Abstract

Generation of recombinant vaccinia viruses opens many avenues for poxvirus research; however current methods for virus production can be laborious. Traditional methods rely on recombination strategies that produce engineered viruses at a low frequency, which then need to be identified and isolated from a large background of parent virus.

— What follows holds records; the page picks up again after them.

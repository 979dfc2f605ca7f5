/**
 * `node --import tsx tests/bench/measure-api.ts [--suppliers 10000] [--seconds 10]
 * [--connections 10]`: latency and throughput of the hottest reads of a risk manager's day,
 * through the real HTTP stack, on a large seeded network.
 *
 * 1. Builds `generateTieredNetwork({seed: 20240601, suppliers: 10000})` and stores it as a
 *    network version with `insertNetworkVersion` in a file database in a temporary folder
 *    (seeded with the demo accounts, whose Bearer tokens are signed like a login's).
 * 2. Runs one analysis through the run service (worker thread, results stored in one
 *    transaction with the register sync) and times it.
 * 3. Starts the app (`createApp`) on 127.0.0.1 in a child process (so the load generator
 *    does not share the server's event loop) and measures each endpoint with autocannon for
 *    `--seconds` with `--connections` concurrent connections: the ranking sorted by revenue
 *    impact, the same with `ratingBand=high`, and the register's first page (null when the
 *    register answers 404). Latency percentiles are computed from every response's time;
 *    `firstRequestMs` is the one request before, which for a run loads its sort keys.
 *
 * Prints one JSON line. The target is p95 under 100 ms for each endpoint.
 */
import type { Server } from 'node:http';
import type { AddressInfo } from 'node:net';
import { spawn } from 'node:child_process';
import { mkdtempSync, rmSync } from 'node:fs';
import { createRequire } from 'node:module';
import { cpus, tmpdir } from 'node:os';
import { join } from 'node:path';
import { createInterface } from 'node:readline';
import { fileURLToPath } from 'node:url';
import { parseArgs } from 'node:util';
import { importBatches, openDatabase } from '@keelson/db';
import { generateTieredNetwork } from '@keelson/supply-graph/testing';
import { createApp } from '../../apps/api/src/app';
import { createPasswordHasher } from '../../apps/api/src/auth/password-hasher';
import { SessionTokens } from '../../apps/api/src/auth/session-token';
import { loadConfig } from '../../apps/api/src/config/app-config';
import { createLogger } from '../../apps/api/src/http/request-logging';
import { createSmtpMailer } from '../../apps/api/src/mail/mailer';
import { insertNetworkVersion } from '../../apps/api/src/network/network-store';
import { RunsService } from '../../apps/api/src/runs/runs.service';
import { seedDemoWorkspace } from '../../apps/api/src/seed/demo-workspace';

/** The part of autocannon's API this script uses (the package ships no types). */
interface AutocannonInstance {
  on(event: 'response', listener: (client: unknown, status: number, bytes: number,
    responseTime: number) => void): void;
  then: Promise<AutocannonResult>['then'];
}
interface AutocannonResult {
  requests: { average: number; total: number };
  non2xx: number;
  errors: number;
}
type Autocannon = (options: { url: string; connections: number; duration: number;
  headers: Record<string, string> }) => AutocannonInstance;
const autocannon = createRequire(import.meta.url)('autocannon') as Autocannon;

const { values } = parseArgs({
  options: {
    suppliers: { type: 'string', default: '10000' },
    seconds: { type: 'string', default: '10' },
    connections: { type: 'string', default: '10' },
    serve: { type: 'string' },
    user: { type: 'string' },
  },
});
const SEED = 20240601;
const suppliers = Number(values.suppliers);
const seconds = Number(values.seconds);
const connections = Number(values.connections);

const round = (value: number, places = 2) => Math.round(value * 10 ** places) / 10 ** places;

if (values.serve !== undefined) {
  await serve(values.serve, Number(values.user));
} else {
  await measureAll();
}

/** Parent mode: builds the network and the run, serves them, measures, prints the line. */
async function measureAll(): Promise<void> {
  const folder = mkdtempSync(join(tmpdir(), 'keelson-bench-api-'));
  const databasePath = join(folder, 'keelson.db');
  try {
    const database = openDatabase(databasePath);
    await seedDemoWorkspace(database.db, { hashPassword: createPasswordHasher(4).hash });
    const riskManager = database.sqlite.prepare("select id from users where role = 'risk_manager'")
      .get() as { id: number };

    let started = performance.now();
    const model = generateTieredNetwork({ seed: SEED, suppliers });
    const createdAt = new Date().toISOString();
    const versionId = database.db.transaction((tx) => {
      const batchId = tx.insert(importBatches).values({
        status: 'committed', fileName: `bench-${suppliers}.xlsx`, fileSize: 0,
        sha256: '00'.repeat(32), format: 'xlsx', sheets: [], counts: {}, errors: [],
        warnings: [], errorCount: 0, warningCount: 0, createdBy: riskManager.id, createdAt,
        committedAt: createdAt,
      }).returning({ id: importBatches.id }).get().id;
      return insertNetworkVersion(tx, model, { importBatchId: batchId, label: 'Bench network',
        createdBy: riskManager.id, createdAt, previousVersionId: null, changes: {} }).id;
    });
    const storeSeconds = round((performance.now() - started) / 1000);

    started = performance.now();
    const runs = new RunsService({ db: database.db, now: () => new Date() });
    const queued = runs.start(null, { networkVersionId: versionId, label: 'Bench run' });
    const run = await runs.settled(queued.id);
    if (run.status !== 'succeeded') throw new Error(`The bench run ${run.status}: ${run.error}`);
    const runSeconds = round((performance.now() - started) / 1000);
    database.close();

    // The server runs in its own process, so that autocannon does not share its event loop.
    const server = spawn(process.execPath, ['--import', 'tsx', fileURLToPath(import.meta.url),
      '--serve', databasePath, '--user', String(riskManager.id)],
    { stdio: ['ignore', 'pipe', 'inherit'] });
    const { port, token } = await new Promise<{ port: number; token: string }>((resolve) => {
      createInterface({ input: server.stdout! }).once('line', (line) => resolve(JSON.parse(line)));
    });
    const base = `http://127.0.0.1:${port}`;
    const headers = { authorization: `Bearer ${token}` };

    const endpoints = {
      ranking: `/api/analysis-runs/${run.id}/suppliers?limit=50&sort=revenueImpact&order=desc`,
      rankingFiltered: `/api/analysis-runs/${run.id}/suppliers?limit=50&sort=revenueImpact` +
        '&order=desc&ratingBand=high',
      register: '/api/register?limit=50',
    };
    const measured: Record<string, unknown> = {};
    for (const [name, path] of Object.entries(endpoints)) {
      const probeStarted = performance.now();
      const probe = await fetch(base + path, { headers });
      await probe.arrayBuffer();
      // The first read of a run also loads its sort keys into memory (run-ranking-index.ts).
      const firstRequestMs = round(performance.now() - probeStarted);
      if (probe.status === 404) {
        measured[name] = null;
        continue;
      }
      if (probe.status !== 200) throw new Error(`${path} answered ${probe.status}`);
      measured[name] = { firstRequestMs, ...(await measure(base + path, headers)) };
    }
    server.kill('SIGTERM');

    process.stdout.write(`${JSON.stringify({
      suppliers,
      seed: SEED,
      sourcingRows: model.sourcing.length,
      storeSeconds,
      runSeconds,
      // Of which: the engine in the worker, and scoring and writing the rows on the API thread.
      analysisMs: round(run.timings?.total ?? NaN, 0),
      storingResultsMs: round(run.timings?.['storing results'] ?? NaN, 0),
      connections,
      seconds,
      cores: cpus().length,
      endpoints: measured,
    })}\n`);
  } finally {
    rmSync(folder, { recursive: true, force: true });
}
}

/** Latency percentiles (ms, from every response) and requests per second of one URL. */
async function measure(url: string, headers: Record<string, string>) {
  const times: number[] = [];
  const instance = autocannon({ url, connections, duration: seconds, headers });
  instance.on('response', (_client, _status, _bytes, responseTime) => times.push(responseTime));
  const result = await instance;
  times.sort((a, b) => a - b);
  const percentile = (p: number) => round(times[Math.min(times.length - 1,
    Math.ceil((p / 100) * times.length) - 1)] ?? NaN);
  return {
    p50: percentile(50),
    p95: percentile(95),
    p99: percentile(99),
    requestsPerSecond: round(result.requests.average, 1),
    requests: result.requests.total,
    non2xx: result.non2xx,
    errors: result.errors,
  };
}

/** Child mode: serves the app on the database and prints `{port, token}` as one line. */
async function serve(databasePath: string, userId: number): Promise<void> {
  const config = loadConfig({}, { mode: 'test', databasePath, port: 0, smtpUrl: null,
    publicUrl: 'http://127.0.0.1', webRoot: '/nonexistent/keelson-web-build' });
  const served = openDatabase(databasePath);
  const app = createApp({ config, db: served.db, logger: createLogger('silent'),
    mailer: createSmtpMailer({ host: '127.0.0.1', port: 9 }, config.mailFrom) });
  const server = await new Promise<Server>((resolve) => {
    const listening = app.listen(0, '127.0.0.1', () => resolve(listening));
  });
  const port = (server.address() as AddressInfo).port;
  const token = new SessionTokens(config.jwtSecret).sign(userId, 'risk_manager');
  process.stdout.write(`${JSON.stringify({ port, token })}\n`);
  process.once('SIGTERM', () => {
    server.close();
    served.close();
    process.exit(0);
  });
}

For this reason, marker and reporter genes are often included, but in many cases these require removal in subsequent steps and the entire process is relatively inefficient. Cas9-mediated selection is a technique that repurposes Cas9/guide RNA complexes to amplify chosen subsets of vaccinia viruses. We refer to this approach as Cas9-mediated poxvirus recombinant recovery (CASPRR). Transient introduction of appropriately guided Cas9 allows for recovery of marker-free recombinant viruses in just 5days, and requires no additional virus modification. Following three rounds of purification, pure virus stocks are obtained. A newer method, stable expression of Cas9 and guide RNAs in a permissive cell line, allows for additional process streamlining, removing cell type-specific concerns related to transient transfection of Cas9. Within this chapter, the protocol for CASPRR is described in both a transient and stable expression model. These methods can be utilized to accelerate recovery of recombinant vaccinia viruses and be applied to generation of vaccinia libraries or novel therapeutic agents.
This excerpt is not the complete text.